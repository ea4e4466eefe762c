package manyskies.farm;

import java.util.List;

/**
 * How a run of the farm ended.
 *
 * @param committed blocks committed by it
 * @param failures blocks that could not be computed, in the order they were met
 * @param stopped whether it was asked to end before all blocks were done
 */
public record FarmResult(int committed, List<BlockFailure> failures, boolean stopped) {

    /** The result of a farm without blocks. */
    public static final FarmResult NOTHING_TO_DO = new FarmResult(0, List.of(), false);

    /** Copies the list. */
    public FarmResult {
        failures = List.copyOf(failures);
    }
}
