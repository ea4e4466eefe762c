package manyskies.farm;

import java.time.Duration;
import java.time.Instant;
import java.util.Optional;

/**
 * How fast realisations come, and when the last will.
 *
 * <p>The first blocks pay for starting Spark and warming the JVM, and come in a burst, one per core.
 * So the rate is counted from the moment the first {@code warmUp} realisations were done:
 * rate = (done - done_0) / (t - t_0).
 */
final class Pace {
    private final int total;
    private final int warmUp;
    private Instant warm;
    private Instant last;
    private int doneWhenWarm;
    private int done;

    /**
     * Starts counting.
     *
     * @param total realisations to come
     * @param warmUp realisations after which the rate is believed
     * @param start now
     */
    Pace(int total, int warmUp, Instant start) {
        this.total = total;
        this.warmUp = warmUp;
        this.warm = start;
        this.last = start;
    }

    void add(int realisations, Instant now) {
        boolean wasWarm = done >= warmUp;
        done += realisations;
        last = now;
        if (!wasWarm) {
            warm = now;
            doneWhenWarm = done;
        }
    }

    int done() {
        return done;
    }

    int total() {
        return total;
    }

    /** Realisations a second since the warm-up; nothing before, when it would be far too low. */
    Optional<Double> rate() {
        return perSecond(done - doneWhenWarm, Duration.between(warm, last));
    }

    private static Optional<Double> perSecond(int realisations, Duration time) {
        double seconds = time.toMillis() / 1000.0;
        return realisations > 0 && seconds > 0
                ? Optional.of(realisations / seconds)
                : Optional.empty();
    }

    /** When the last realisation will be done, if the rate holds. */
    Optional<Instant> end() {
        return rate().map(r -> last.plusMillis(Math.round(1000 * (total - done) / r)));
    }
}
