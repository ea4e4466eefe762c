package manyskies.farm;

import java.io.Serializable;
import manyskies.result.BlockId;
import manyskies.result.EncodedBlock;

/**
 * What one task does: compute a block and encode it.
 *
 * <p>A pure function of the block's id, for it may be called more than once, on any host and in any
 * order; it travels to the hosts by Java serialisation, so it should hold a specification and no
 * maps. An implementation keeps what many blocks share (plans, filters, scratch) in a static cache
 * of the JVM it finds itself in, for each task receives a copy of its own.
 */
@FunctionalInterface
public interface BlockWork extends Serializable {

    /**
     * The finished block.
     *
     * @throws RuntimeException naming the realisation that failed; the farm reports it and goes on
     *     with other blocks
     * @throws java.io.UncheckedIOException if the host failed, not the work; the task is tried again
     */
    EncodedBlock run(BlockId id);
}
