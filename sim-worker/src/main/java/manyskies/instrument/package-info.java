/**
 * What an instrument makes of a sky: beam, noise, splits, and the taper at the patch's edge.
 *
 * <p><b>In</b>: lensed maps, an address for the noise. <b>Out</b>: observed modes of T, E, B, beam
 * included; or the observed maps.
 *
 * <p><b>Flow</b>: {@link manyskies.instrument.Observer} transforms the maps, multiplies by the beam
 * and adds noise drawn in the half plane, only at the multipoles the analysis asks for. With a taper
 * it goes back to real space in between, at three more transforms either way.
 *
 * <p><b>Uses</b> random, specification and the estimators' field and flat.
 */
package manyskies.instrument;
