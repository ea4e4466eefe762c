package manyskies.farm;

import java.util.Optional;

/**
 * Where the farm runs.
 *
 * @param cores blocks computed at a time; on a cluster, blocks of one Spark job
 * @param master a Spark master's URL, or empty for this JVM
 */
public record FarmSettings(int cores, Optional<String> master) {

    /**
     * Checks the number of cores.
     *
     * @throws IllegalArgumentException if it is not positive
     */
    public FarmSettings {
        if (cores < 1) {
            throw new IllegalArgumentException(
                    "--cores is " + cores + "; at least one core is needed");
        }
    }

    /** This JVM. */
    public static FarmSettings local(int cores) {
        return new FarmSettings(cores, Optional.empty());
    }

    /** Spark's master URL; local tasks get three tries, of which only failing I/O makes use. */
    public String masterUrl() {
        return master.orElse("local[" + cores + ",3]");
    }

    /** Whether tasks run in this JVM. */
    public boolean isLocal() {
        return masterUrl().startsWith("local");
    }
}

§ **Exercise goal**
Write the whole listing out again. Keep every line exactly as it is.

§ **Answer space**
repository ea4e4466eefe762c
package manyskies.farm;

import java.util.List;

/**
 * How a run of the farm ended.
 *
 * @param committed blocks committed by it
 * @param failures blocks that could not be computed, in the order they were met
 * @param stopped whether it was asked to end before all blocks were done
 */
public record FarmResult(int committed, List<BlockFailure> failures, boolean stopped) {

    /** The result of a farm without blocks. */
    public static final FarmResult NOTHING_TO_DO = new FarmResult(0, List.of(), false);

    /** Copies the list. */
    public FarmResult {
        failures = List.copyOf(failures);
    }
}
repository ea4e4466eefe762c
package manyskies.farm;

import java.time.Duration;
import java.time.Instant;
import java.util.Optional;

/**
 * How fast realisations come, and when the last will.
 *
 * <p>The first blocks pay for starting Spark and warming the JVM, and come in a burst, one per core.
 * So the rate is counted from the moment the first {@code warmUp} realisations were done:
 * rate = (done - done_0) / (t - t_0).
 */
final class Pace {
    private final int total;
    private final int warmUp;
    private Instant warm;
    private Instant last;
    private int doneWhenWarm;
    private int done;

    /**
     * Starts counting.
     *
     * @param total realisations to come
     * @param warmUp realisations after which the rate is believed
     * @param start now
     */
    Pace(int total, int warmUp, Instant start) {
        this.total = total;
        this.warmUp = warmUp;
        this.warm = start;
        this.last = start;
    }

    void add(int realisations, Instant now) {
        boolean wasWarm = done >= warmUp;
        done += realisations;
        last = now;
        if (!wasWarm) {
            warm = now;
            doneWhenWarm = done;
        }
    }

    int done() {
        return done;
    }

    int total() {
        return total;
    }

    /** Realisations a second since the warm-up; nothing before, when it would be far too low. */
    Optional<Double> rate() {
        return perSecond(done - doneWhenWarm, Duration.between(warm, last));
    }

    private static Optional<Double> perSecond(int realisations, Duration time) {
        double seconds = time.toMillis() / 1000.0;
        return realisations > 0 && seconds > 0
                ? Optional.of(realisations / seconds)
                : Optional.empty();
    }

    /** When the last realisation will be done, if the rate holds. */
    Optional<Instant> end() {
        return rate().map(r -> last.plusMillis(Math.round(1000 * (total - done) / r)));
    }
}
repository ea4e4466eefe762c
package manyskies.farm;

import java.io.Serializable;
import manyskies.result.BlockId;
import manyskies.result.EncodedBlock;

/**
 * What one task does: compute a block and encode it.
 *
 * <p>A pure function of the block's id, for it may be called more than once, on any host and in any
 * order; it travels to the hosts by Java serialisation, so it should hold a specification and no
 * maps. An implementation keeps what many blocks share (plans, filters, scratch) in a static cache
 * of the JVM it finds itself in, for each task receives a copy of its own.
 */
@FunctionalInterface
public interface BlockWork extends Serializable {

    /**
     * The finished block.
     *
     * @throws RuntimeException naming the realisation that failed; the farm reports it and goes on
     *     with other blocks
     * @throws java.io.UncheckedIOException if the host failed, not the work; the task is tried again
     */
    EncodedBlock run(BlockId id);
}
filename sim-worker/src/main/java/manyskies/instrument/package-info.java
/**
 * What an instrument makes of a sky: beam, noise, splits, and the taper at the patch's edge.
 *
 * <p><b>In</b>: lensed maps, an address for the noise. <b>Out</b>: observed modes of T, E, B, beam
 * included; or the observed maps.
 *
 * <p><b>Flow</b>: {@link manyskies.instrument.Observer} transforms the maps, multiplies by the beam
 * and adds noise drawn in the half plane, only at the multipoles the analysis asks for. With a taper
 * it goes back to real space in between, at three more transforms either way.
 *
 * <p><b>Uses</b> random, specification and the estimators' field and flat.
 */
package manyskies.instrument;
repository ea4e4466eefe762c
package manyskies.farm;

import java.util.Optional;

/**
 * Where the farm runs.
 *
 * @param cores blocks computed at a time; on a cluster, blocks of one Spark job
 * @param master a Spark master's URL, or empty for this JVM
 */
public record FarmSettings(int cores, Optional<String> master) {

    /**
     * Checks the number of cores.
     *
     * @throws IllegalArgumentException if it is not positive
     */
    public FarmSettings {
        if (cores < 1) {
            throw new IllegalArgumentException(
                    "--cores is " + cores + "; at least one core is needed");
        }
    }

    /** This JVM. */
    public static FarmSettings local(int cores) {
        return new FarmSettings(cores, Optional.empty());
    }

    /** Spark's master URL; local tasks get three tries, of which only failing I/O makes use. */
    public String masterUrl() {
        return master.orElse("local[" + cores + ",3]");
    }

    /** Whether tasks run in this JVM. */
    public boolean isLocal() {
        return masterUrl().startsWith("local");
    }
}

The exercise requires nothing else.